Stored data
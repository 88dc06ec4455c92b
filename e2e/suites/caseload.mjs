// Caseload: the clinician opens a client, records consent, uploads two demo samples,
// redacts a flagged phone number and reads the statistics; the supervisor reads the audit log.
// Axe scan (no serious or critical violations) of each page on the way; screenshots in e2e/out.
import assert from 'node:assert/strict';
import { readdirSync, readFileSync } from 'node:fs';
import { join } from 'node:path';
// The demo samples' folder, as the API's seed finds it (api/src/config/data-paths.ts).
import { demoSamplesDir as demoDir } from '../../api/dist/config/data-paths.js';
import { signedInAs, signIn, signOut } from './accounts.mjs';
import { assertNoSidewaysScroll, focused, focusSettled, press } from './page-checks.mjs';

// A phone number as the detector looks for (loose: UK-style and +country forms).
const phonePattern = /(\+\d{1,3}[\s-]?)?\(?0?\d{2,5}\)?[\s-]?\d{3}[\s-]?\d{3,4}\b/;

/** Two demo samples from corpora/demo, preferring one that holds a phone number. */
function pickDemoFiles() {
  const files = readdirSync(demoDir)
    .filter((name) => /\.(txt|md)$/i.test(name) && !/^readme/i.test(name))
    .sort()
    .map((name) => join(demoDir, name));
  assert.ok(files.length >= 2, `corpora/demo holds at least two samples (found ${files.length})`);
  const withPhone = files.find((file) => phonePattern.test(readFileSync(file, 'utf8')));
  const first = withPhone ?? files[0];
  const second = files.find((file) => file !== first);
  return [first, second];
}

const pseudonym = `E. Tern ${Date.now() % 100000}`;
const correctedPseudonym = `C. Orrect ${Date.now() % 100000}`;
const redactedPseudonym = `U. Ndo ${Date.now() % 100000}`;

// Invented writing for the redaction test: one UK-style phone number for the detector to flag.
const PHONE = '07700 900123';
const pastedText = `Ring me on ${PHONE} after the race. The club meets on Saturdays at the boathouse and we row if the river is calm.`;

/** Also kept outside e2e/out, for a person to look at. */
const screenshotTo = (page, name) =>
  page.screenshot({ path: `/tmp/corrections-${name}.png`, fullPage: true });

/** Signed in as the clinician, a new client created by keyboard alone; its consent tab open. */
const newClientByKeyboard = async (t, name) => {
  const page = await signedInAs(t, 'clinician@willowmere.example', '/caseload');
  await press(page.getByRole('button', { name: 'New client' }));
  const newClient = page.getByRole('dialog', { name: 'New client' });
  await newClient.getByLabel('Pseudonym').fill(name);
  await press(newClient.getByRole('button', { name: 'Create client' }));
  await page.getByRole('heading', { level: 1, name }).waitFor();
  await press(page.getByRole('tab', { name: 'Consent & family' }));
  await page.waitForURL(/\/consent$/);
  return page;
};
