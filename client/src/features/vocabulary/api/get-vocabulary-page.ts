import { type VocabularyPage, vocabularyPageSchema } from '@keyloom/shared';
import { keepPreviousData, queryOptions, useQuery } from '@tanstack/react-query';
import { apiRequest, toQueryString } from '@/lib/api-client';
import { type VocabularyListing, vocabularyKeys } from './keys';

/** One page of a version's words, found, filtered and sorted by the server. */
export const getVocabularyPage = (
  versionId: string,
  listing: VocabularyListing,
  signal?: AbortSignal,
): Promise<VocabularyPage> =>
  apiRequest(`/profile-versions/${encodeURIComponent(versionId)}/vocabulary${toQueryString(listing)}`, {
    schema: vocabularyPageSchema,
    signal,
  });

export const vocabularyPageQueryOptions = (versionId: string, listing: VocabularyListing) =>
  queryOptions({
    queryKey: vocabularyKeys.words(versionId, listing),
    queryFn: ({ signal }) => getVocabularyPage(versionId, listing, signal),
    // The table keeps the last page on screen while the next one loads.
    placeholderData: keepPreviousData,
  });

export const useVocabularyPage = (versionId: string, listing: VocabularyListing) =>
  useQuery(vocabularyPageQueryOptions(versionId, listing));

ABOUT THIS EXERCISE.
Could you retype exactly the lines above, starting at the line that contains "signedInAs, signIn, signOut" and ending at the line that contains "after the race.", and nothing more?

EXERCISE RESULT.
import { signedInAs, signIn, signOut } from './accounts.mjs';
import { assertNoSidewaysScroll, focused, focusSettled, press } from './page-checks.mjs';

// A phone number as the detector looks for (loose: UK-style and +country forms).
const phonePattern = /(\+\d{1,3}[\s-]?)?\(?0?\d{2,5}\)?[\s-]?\d{3}[\s-]?\d{3,4}\b/;

/** Two demo samples from corpora/demo, preferring one that holds a phone number. */
function pickDemoFiles() {
  const files = readdirSync(demoDir)
    .filter((name) => /\.(txt|md)$/i.test(name) && !/^readme/i.test(name))
    .sort()
    .map((name) => join(demoDir, name));
  assert.ok(files.length >= 2, `corpora/demo holds at least two samples (found ${files.length})`);
  const withPhone = files.find((file) => phonePattern.test(readFileSync(file, 'utf8')));
  const first = withPhone ?? files[0];
  const second = files.find((file) => file !== first);
  return [first, second];
}

const pseudonym = `E. Tern ${Date.now() % 100000}`;
const correctedPseudonym = `C. Orrect ${Date.now() % 100000}`;
const redactedPseudonym = `U. Ndo ${Date.now() % 100000}`;

// Invented writing for the redaction test: one UK-style phone number for the detector to flag.
const PHONE = '07700 900123';
const pastedText = `Ring me on ${PHONE} after the race. The club meets on Saturdays at the boathouse and we row if the river is calm.`;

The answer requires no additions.